Est-ce que j’avais bien fait mes devoirs en préparant notre itinéraire? Probablement! Mais cette expérience m’a surtout fait réaliser qu’un voyage au Japon semblerait être beaucoup plus accessible que je l’avais imaginé, particulièrement lorsqu’on prend le temps de chercher les nombreuses expériences gratuites ou abordables offertes sur place.

Une escale qui n’en était finalement plus vraiment une

Au départ, le Japon devait simplement être une escale pratique sur le chemin du retour.

Puis nous avons découvert que nous arrivions pendant la floraison des cerisiers.

Une journée est devenue trois nuits.

Tokyo s’est ajoutée à Narita.

Et cette simple escale s’est tranquillement transformée en une véritable petite destination à l’intérieur de notre voyage.

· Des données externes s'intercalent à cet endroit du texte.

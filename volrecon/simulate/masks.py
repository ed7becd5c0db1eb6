"""Thin optical elements as optical-path maps: apertures, lenses, microlens arrays, diffusers.

Every element is a :class:`PhaseMask`: an amplitude map and an optical path difference (OPD,
micrometres) on a square grid. Its complex transmittance at vacuum wavelength ``λ`` is
``amplitude · exp(i 2π OPD / λ)``, so one mask serves every wavelength of a band (dispersion
of the material is neglected). Coordinates follow the volrecon centre convention: the optical
axis passes through pixel ``(Y//2, X//2)``.
"""

from __future__ import annotations

import math
from dataclasses import dataclass
from typing import TYPE_CHECKING

import numpy as np
import scipy.fft

from volrecon.errors import ConfigError, ShapeError

if TYPE_CHECKING:
    from volrecon._typing import ComplexArray, FloatArray, RNGLike

__all__ = [
    "PhaseMask",
    "circular_aperture",
    "grid_coordinates",
    "microlens_array_mask",
    "random_diffuser_mask",
    "thin_lens_mask",
]


def _positive(name: str, value: float) -> float:
    if not (isinstance(value, int | float) and math.isfinite(value) and value > 0):
        raise ConfigError(f"{name} must be a positive finite number; got {value!r}")
    return float(value)


def _shape(shape_yx: tuple[int, int]) -> tuple[int, int]:
    if len(shape_yx) != 2 or min(shape_yx) < 1:
        raise ShapeError(f"shape_yx must be two positive sizes (Y, X); got {shape_yx!r}")
    return int(shape_yx[0]), int(shape_yx[1])


def grid_coordinates(shape_yx: tuple[int, int], pixel_size_um: float
                     ) -> tuple[FloatArray, FloatArray]:
    """Pixel-centre coordinates in micrometres, zero at pixel ``(Y//2, X//2)``.

    Returns
    -------
    y, x : ndarray of shape (Y, 1) and (1, X), float64
        Broadcastable coordinate columns/rows.
    """
    ny, nx = _shape(shape_yx)
    dx = _positive("pixel_size_um", pixel_size_um)
    y = (np.arange(ny) - ny // 2)[:, None] * dx
    x = (np.arange(nx) - nx // 2)[None, :] * dx
    return y.astype(np.float64), x.astype(np.float64)


def circular_aperture(shape_yx: tuple[int, int], *, radius_um: float, pixel_size_um: float,
                      center_yx_um: tuple[float, float] = (0.0, 0.0),
                      supersample: int = 8) -> FloatArray:
    """Transmission of a clear disc, each pixel weighted by the fraction of it inside.

    Parameters
    ----------
    shape_yx : tuple of int
        Grid size.
    radius_um : float
        Disc radius, micrometres.
    pixel_size_um : float
        Grid spacing, micrometres.
    center_yx_um : tuple of float
        Disc centre relative to the optical axis, micrometres.
    supersample : int
        Sub-samples per pixel and axis used to estimate the covered fraction.

    Returns
    -------
    ndarray of shape `shape_yx`, float32
        Values in [0, 1]; their sum times the pixel area approximates ``π r²``.
    """
    radius = _positive("radius_um", radius_um)
    if supersample < 1:
        raise ConfigError(f"supersample must be at least 1; got {supersample}")
    y, x = grid_coordinates(shape_yx, pixel_size_um)
    offsets = ((np.arange(supersample) + 0.5) / supersample - 0.5) * pixel_size_um
    y = y - center_yx_um[0]
    x = x - center_yx_um[1]
    coverage = np.zeros(_shape(shape_yx), dtype=np.float64)
    for oy in offsets:
        inside_y = (y + oy) ** 2
        for ox in offsets:
            coverage += (inside_y + (x + ox) ** 2) <= radius**2
    return (coverage / supersample**2).astype(np.float32)


@dataclass(frozen=True, eq=False)
class PhaseMask:
    """A thin element: amplitude transmission and optical path difference on a grid.

    Attributes
    ----------
    optical_path_um : ndarray of shape (Y, X), float32
        Optical path difference ``Δn · height`` added by the element, micrometres.
    amplitude : ndarray of shape (Y, X), float32
        Amplitude transmission in [0, 1].
    pixel_size_um : float
        Grid spacing, micrometres.

    Notes
    -----
    Masks compose by multiplication: ``a * b`` adds the optical paths and multiplies the
    amplitudes, i.e. two thin elements in contact.
    """

    optical_path_um: FloatArray
    amplitude: FloatArray
    pixel_size_um: float

    def __post_init__(self) -> None:
        opd = np.array(self.optical_path_um, dtype=np.float32)
        amp = np.array(self.amplitude, dtype=np.float32)
        if opd.ndim != 2 or opd.shape != amp.shape:
            raise ShapeError(
                f"PhaseMask optical_path_um {opd.shape} and amplitude {amp.shape} must be the "
                "same 2-D shape (Y, X)")
        if not (np.isfinite(opd).all() and np.isfinite(amp).all()):
            raise ConfigError("PhaseMask maps contain NaN or Inf; build them from finite values")
        _positive("pixel_size_um", self.pixel_size_um)
        opd.setflags(write=False)
        amp.setflags(write=False)
        object.__setattr__(self, "optical_path_um", opd)
        object.__setattr__(self, "amplitude", amp)
        object.__setattr__(self, "pixel_size_um", float(self.pixel_size_um))

    @property
    def shape(self) -> tuple[int, int]:
        """Grid size (Y, X)."""
        ny, nx = self.optical_path_um.shape
        return int(ny), int(nx)

    def transmittance(self, wavelength_um: float) -> ComplexArray:
        """Complex transmission ``amplitude · exp(i 2π OPD / λ)`` at a vacuum wavelength."""
        wavelength = _positive("wavelength_um", wavelength_um)
        phase = (2.0 * np.pi / wavelength) * self.optical_path_um.astype(np.float64)
        out: ComplexArray = (self.amplitude * np.exp(1j * phase)).astype(np.complex64)
        return out

    def __mul__(self, other: PhaseMask) -> PhaseMask:
        if not isinstance(other, PhaseMask):
            return NotImplemented
        if other.shape != self.shape or other.pixel_size_um != self.pixel_size_um:
            raise ShapeError(
                f"cannot combine masks of shape {self.shape} at {self.pixel_size_um} um and "
                f"{other.shape} at {other.pixel_size_um} um; build both on the same grid")
        return PhaseMask(self.optical_path_um + other.optical_path_um,
                         self.amplitude * other.amplitude, self.pixel_size_um)

    @classmethod
    def clear(cls, shape_yx: tuple[int, int], *, pixel_size_um: float) -> PhaseMask:
        """An element that changes nothing (unit amplitude, zero path)."""
        shape = _shape(shape_yx)
        return cls(np.zeros(shape, np.float32), np.ones(shape, np.float32), pixel_size_um)


def thin_lens_mask(shape_yx: tuple[int, int], *, focal_length_um: float, pixel_size_um: float,
                   radius_um: float | None = None) -> PhaseMask:
    """Paraxial thin lens: optical path ``-r² / (2 f)``, optionally with a circular aperture.

    Parameters
    ----------
    shape_yx : tuple of int
        Grid size.
    focal_length_um : float
        Focal length, micrometres (positive: converging).
    pixel_size_um : float
        Grid spacing, micrometres.
    radius_um : float, optional
        Clear aperture radius, micrometres. Default: no aperture.

    Notes
    -----
    The transmittance ``exp(-i k r² / (2 f))`` is the paraxial thin-lens phase of Goodman,
    *Introduction to Fourier Optics*, ch. 5. It is sampled without aliasing when
    ``r_max / (λ f) < 1 / (2 Δx)``.
    """
    focal = _positive("focal_length_um", focal_length_um)
    y, x = grid_coordinates(shape_yx, pixel_size_um)
    opd = -(y**2 + x**2) / (2.0 * focal)
    amplitude = (np.ones(_shape(shape_yx), np.float32) if radius_um is None else
                 circular_aperture(shape_yx, radius_um=radius_um, pixel_size_um=pixel_size_um))
    return PhaseMask(opd, amplitude, pixel_size_um)


def microlens_array_mask(shape_yx: tuple[int, int], *, pitch_um: float, focal_length_um: float,
                         pixel_size_um: float, layout: str = "hexagonal",
                         radius_um: float | None = None) -> PhaseMask:
    """Array of identical paraxial lenslets filling the grid, one centred on the axis.

    Parameters
    ----------
    shape_yx : tuple of int
        Grid size.
    pitch_um : float
        Distance between neighbouring lenslet centres, micrometres.
    focal_length_um : float
        Lenslet focal length, micrometres.
    pixel_size_um : float
        Grid spacing, micrometres.
    layout : {"hexagonal", "square"}
        Lattice of lenslet centres; each pixel belongs to the nearest centre, so cells are
        hexagons or squares with no dead area.
    radius_um : float, optional
        Outer circular aperture of the array, micrometres. Default: none.

    Returns
    -------
    PhaseMask
        Optical path ``-|r - c|² / (2 f)`` with ``c`` the pixel's lenslet centre.
    """
    pitch = _positive("pitch_um", pitch_um)
    focal = _positive("focal_length_um", focal_length_um)
    y, x = grid_coordinates(shape_yx, pixel_size_um)
    yy, xx = np.broadcast_arrays(y, x)
    cy: FloatArray
    cx: FloatArray
    if layout == "square":
        cy = np.round(yy / pitch) * pitch
        cx = np.round(xx / pitch) * pitch
    elif layout == "hexagonal":
        cy, cx = _nearest_hexagonal_centre(yy, xx, pitch)
    else:
        raise ConfigError(f"layout must be 'hexagonal' or 'square'; got {layout!r}")
    opd = -((yy - cy) ** 2 + (xx - cx) ** 2) / (2.0 * focal)
    amplitude = (np.ones(_shape(shape_yx), np.float32) if radius_um is None else
                 circular_aperture(shape_yx, radius_um=radius_um, pixel_size_um=pixel_size_um))
    return PhaseMask(opd, amplitude, pixel_size_um)


def _nearest_hexagonal_centre(y: FloatArray, x: FloatArray, pitch: float
                              ) -> tuple[FloatArray, FloatArray]:
    """Nearest point of a hexagonal lattice (rows along x, one point at the origin)."""
    row_step = pitch * math.sqrt(3.0) / 2.0
    best_d2 = np.full(y.shape, np.inf)
    best_y = np.zeros(y.shape)
    best_x = np.zeros(y.shape)
    base_row = np.floor(y / row_step)
    for drow in (0.0, 1.0):
        row = base_row + drow
        shift = np.where(np.mod(row, 2.0) == 0.0, 0.0, pitch / 2.0)
        cy = row * row_step
        cx = np.round((x - shift) / pitch) * pitch + shift
        d2 = (y - cy) ** 2 + (x - cx) ** 2
        closer = d2 < best_d2
        best_d2 = np.where(closer, d2, best_d2)
        best_y = np.where(closer, cy, best_y)
        best_x = np.where(closer, cx, best_x)
    return best_y, best_x


def random_diffuser_mask(shape_yx: tuple[int, int], *, pixel_size_um: float,
                         correlation_length_um: float, height_rms_um: float,
                         index_step: float, rng: RNGLike = None) -> PhaseMask:
    """A smooth random surface: Gaussian-correlated heights times a refractive-index step.

    Parameters
    ----------
    shape_yx : tuple of int
        Grid size.
    pixel_size_um : float
        Grid spacing, micrometres.
    correlation_length_um : float
        ``ℓ`` in the height autocorrelation ``C(r) = σ² exp(-r² / ℓ²)``, micrometres.
    height_rms_um : float
        Root-mean-square surface height ``σ``, micrometres.
    index_step : float
        Refractive-index difference across the surface (e.g. 0.5 for a polymer in air).
    rng : numpy Generator, int or None
        Source of randomness.

    Returns
    -------
    PhaseMask
        Optical path ``index_step · h`` with unit amplitude.

    Notes
    -----
    White Gaussian noise is filtered in the Fourier domain with ``exp(-π² ℓ² f² / 2)``, whose
    squared modulus is the Fourier transform of ``exp(-r² / ℓ²)``; the result is periodic on
    the grid and rescaled to zero mean and exactly ``σ`` root-mean-square. Random
    lenslet-like bumps of size ``ℓ`` focus light into caustics about
    ``ℓ² / (c · index_step · σ)`` behind the surface (``c`` of order 4–6).
    """
    shape = _shape(shape_yx)
    dx = _positive("pixel_size_um", pixel_size_um)
    length = _positive("correlation_length_um", correlation_length_um)
    sigma = _positive("height_rms_um", height_rms_um)
    step = _positive("index_step", index_step)
    generator = np.random.default_rng(rng)
    noise = generator.standard_normal(shape)
    fy = scipy.fft.fftfreq(shape[0], d=dx)[:, None]
    fx = scipy.fft.fftfreq(shape[1], d=dx)[None, :]
    filt = np.exp(-(np.pi**2) * length**2 * (fy**2 + fx**2) / 2.0)
    height = scipy.fft.ifft2(scipy.fft.fft2(noise) * filt).real
    height -= height.mean()
    height *= sigma / height.std()
    return PhaseMask(step * height, np.ones(shape, np.float32), dx)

Nous avons marché sous les cerisiers en fleurs, découvert nos premiers temples et sanctuaires japonais, traversé Shibuya Crossing, observé Tokyo depuis les hauteurs, découvert l’incroyable tranquillité de Naritasan et même eu droit à une petite pluie de pétales de sakura.

Trois jours auront été beaucoup trop courts.

Mais ils auront été suffisamment longs pour nous donner une certitude : ce n’était certainement pas notre dernier voyage au Japon.